“前头可热闹?”她问。
云岫道:“热闹得很。各房都摆了席,二老爷那边还叫了一班小戏,正在唱着呢。隔着几重院子,还能听见管弦声。”
赵重听了,没有接话。
外头忽然“砰”的一声响,一团烟花在半空中炸开,亮光透过窗纸,将屋子里照得亮了一亮,又暗了下去。
她在那一亮一暗之间,眼睛都没有眨一下。
“世子呢?”她又问。
云岫顿了顿,方道:“世子在松涛馆里,一个人用的饭。说是明日要早起朝贺,便没有过来。”
一个人。
赵重在心里重复了一遍这几个字。她又想起了祠堂里那个跪在最前头的少年,脊背挺得笔直,叩首时一丝不苟,目光却始终不与她对视。
“他走之前,在报恩寺住了七天,都做了些什么?”她问。
云岫道:“每日早晚随法师诵经,日间焚香礼拜,吃斋茹素。听墨竹说,世子这七日里话很少,做完功课便回禅房读书,也不与其他人多走动。倒是有一回,他半夜一个人起来,站在院子里,望着月亮,站了好一会儿。墨竹问他看什么,他只说‘没什么’,便回屋去了。”
赵重听了,沉默良久。
她想着想着,便想起了前世自己十几岁的时候。
那时候她也是个闷葫芦,不爱跟爸妈说话。
过年回家,爸妈问什么她都嗯嗯啊啊地应着,吃完饭便躲进房间玩手机,门一关,谁也不理。
有一年除夕,她妈推门进来,端了一盘饺子,放在她桌上,说:“别玩手机了,吃几个饺子,跟妈说说话。”她头也不抬,说:“知道了,一会儿吃。”然后她妈站了一会儿,便转身出去了。
她听见门关上时,那一声轻轻的叹息。
那叹息声,她当时没放在心上,如今想来,却像一根细针,扎在心上,微微地疼。
她现在终于明白了那种心情——站在门口、端着饺子、看着那个永远背对着自己的背影时,心里是什么滋味了。
外头的爆竹声更密了。
子时将近,府中各处的鞭炮声此起彼伏地响起来,连成一片,震得窗纸都在嗡嗡地响着。
天上更是热闹,烟花一朵接一朵地升上去,在半空中炸开,红的绿的紫的黄的,流光溢彩,将整个夜空都照亮了。
云岫站起身来,走到门口,点燃了挂在廊下那挂早就备好的小鞭炮。
那鞭炮噼里啪啦地响着,火光在黑暗中一闪一闪的,照得廊下的柱子忽明忽暗。
放完了,她又将一束烟花棒递给赵重,笑道:“夫人放一支罢,去去晦气。
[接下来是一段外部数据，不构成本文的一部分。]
from ..clock import make_clock
from ..errors import ConfigError, UnknownNameError
from ..water import TRIPLE_POINT_T
from .energy import (STEFAN_BOLTZMANN, EnergyState, co2_frost_point, energy_block,
                     prepare_energy)
from .insolation import daily_mean_toa_insolation
from .pressure import DEMO_CO2_CYCLE, PeriodicTable, pressure_at_elevation, surface_pressure
from .regolith import build_columns, probe_weights
from .vapour import (DEFAULT_LAYER_THICKNESS_M, DEFAULT_TRANSFER_VELOCITY_M_S, DEMO_COLUMN_TABLE,
                     frost_exchange, relative_humidity, relative_humidity_ice,
                     vapor_pressure_from_column_table, vapor_pressure_from_vmr)

#: Names of the arrays returned per block, each ``[step, cell]``, with units.
OUTPUT_UNITS = {
    "surface_temperature": "K",
    "salt_temperature": "K",
    "vapor_pressure": "Pa",
    "relative_humidity": "1",
    "relative_humidity_ice": "1",
    "surface_pressure": "Pa",
    "water_frost": "kg m-2",
    "co2_frost": "kg m-2",
}


@dataclass(frozen=True)
class CellSet:
    """Properties of a chunk of cells, each an array ``[cell]`` (build with :func:`make_cells`)."""

    latitude_deg: np.ndarray
    longitude_deg: np.ndarray
    elevation_m: np.ndarray
    albedo: np.ndarray
    thermal_inertia: np.ndarray
    emissivity: np.ndarray
    slope_deg: np.ndarray
    slope_azimuth_deg: np.ndarray
    salt_depth_m: np.ndarray
    density: np.ndarray
    heat_capacity: np.ndarray
    layer2_depth_m: np.ndarray
    layer2_inertia: np.ndarray
    layer2_density: np.ndarray
    layer2_heat_capacity: np.ndarray

    @property
    def n_cells(self):
        return self.latitude_deg.size


def make_cells(latitude_deg, longitude_deg, *, elevation_m=0.0, albedo=0.25,
               thermal_inertia=250.0, emissivity=0.95, slope_deg=0.0, slope_azimuth_deg=0.0,
               salt_depth_m=0.0, density=1500.0, heat_capacity=800.0, layer2_depth_m=np.inf,
               layer2_inertia=2000.0, layer2_density=2000.0, layer2_heat_capacity=1000.0):
    """Broadcast per-cell properties to arrays ``[cell]``.

    Parameters
    ----------
    latitude_deg, longitude_deg : array [deg]   planetocentric latitude, east longitude
    elevation_m : array [m]                     height above the datum
    albedo, emissivity : array [-]              bare-surface values
    thermal_inertia : array [J m-2 K-1 s-1/2]   top material
    slope_deg, slope_azimuth_deg : array [deg]  slope; direction faced, clockwise from north
    salt_depth_m : array [m]                    0 for a surface crust
    density, heat_capacity : array [kg m-3], [J kg-1 K-1]   top material
    layer2_depth_m : array [m]                  top of a second material; inf for none
    layer2_inertia, layer2_density, layer2_heat_capacity : array
        Second material (defaults: an invented ice-cemented soil).

    Values are checked where they are used (ValidityError naming the field).
    """
    lat = np.atleast_1d(np.asarray(latitude_deg, dtype=float))
    n = np.broadcast(lat, np.atleast_1d(np.asarray(longitude_deg, dtype=float))).size
    vals = dict(latitude_deg=latitude_deg, longitude_deg=longitude_deg, elevation_m=elevation_m,
                albedo=albedo, thermal_inertia=thermal_inertia, emissivity=emissivity,
                slope_deg=slope_deg, slope_azimuth_deg=slope_azimuth_deg,
                salt_depth_m=salt_depth_m, density=density, heat_capacity=heat_capacity,
                layer2_depth_m=layer2_depth_m, layer2_inertia=layer2_inertia,
                layer2_density=layer2_density, layer2_heat_capacity=layer2_heat_capacity)
    out = {}
    for k, v in vals.items():
        a = np.asarray(v, dtype=float)
        try:
            out[k] = np.ascontiguousarray(np.broadcast_to(a, (n,))).copy()
        except ValueError:
            raise ConfigError(f"{k}: shape {a.shape} does not match {n} cells") from None
    return CellSet(**out)


def _vapour_vmr(model, ls, p):
    return vapor_pressure_from_vmr(model.options.vmr, p)


def _vapour_column(model, ls, p):
    e = vapor_pressure_from_column_table(ls, model.options.column_table, model.planet,
                                         model.options.confinement)
    return np.broadcast_to(np.asarray(e)[:, None], p.shape)


#: Registry of near-surface vapour sources: name -> function(model, ls [step], p [step, cell]).
VAPOUR_SOURCES: dict[str, Callable] = {"vmr": _vapour_vmr, "column": _vapour_column}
”
赵重接过来,走到门口,将烟花棒凑到烛火上点燃了。
那烟花棒嗤嗤地冒着火星,先是银色的,又变成金色的,在夜空中划出一道道绚丽的弧线,像一束在夜风中燃烧的流星。
她忽然想起,在深圳的那几年,她也曾在除夕夜跑到楼下的广场上,买过几根烟花棒。
那时她一个人站在空荡荡的广场上,手里举着烟花棒,看着那火星在夜风中消散,四周是高耸的楼房,亮着稀稀拉拉的灯光,远处的街道上几乎没有人影。
她放完了,将那根烧黑的铁丝扔进垃圾桶,便上楼去了。
那时她心里很平静,什么也没想。
而此刻,她站在一座国公府的廊下,身后是一个忠心的丫鬟,眼前是满天璀璨的烟花,耳畔是震耳欲聋的爆竹声——这一切都热闹得让她有些恍惚。
她看着手中那支烟花棒燃尽,最后一点火星灭了,只剩一根黑漆漆的铁丝,还微微烫手。
她将铁丝递给云岫,转身回了屋里。
她站在屋中,望着一室的灯火。
桌上那半壶桂花酒还温着,那碟核桃仁已吃了一半。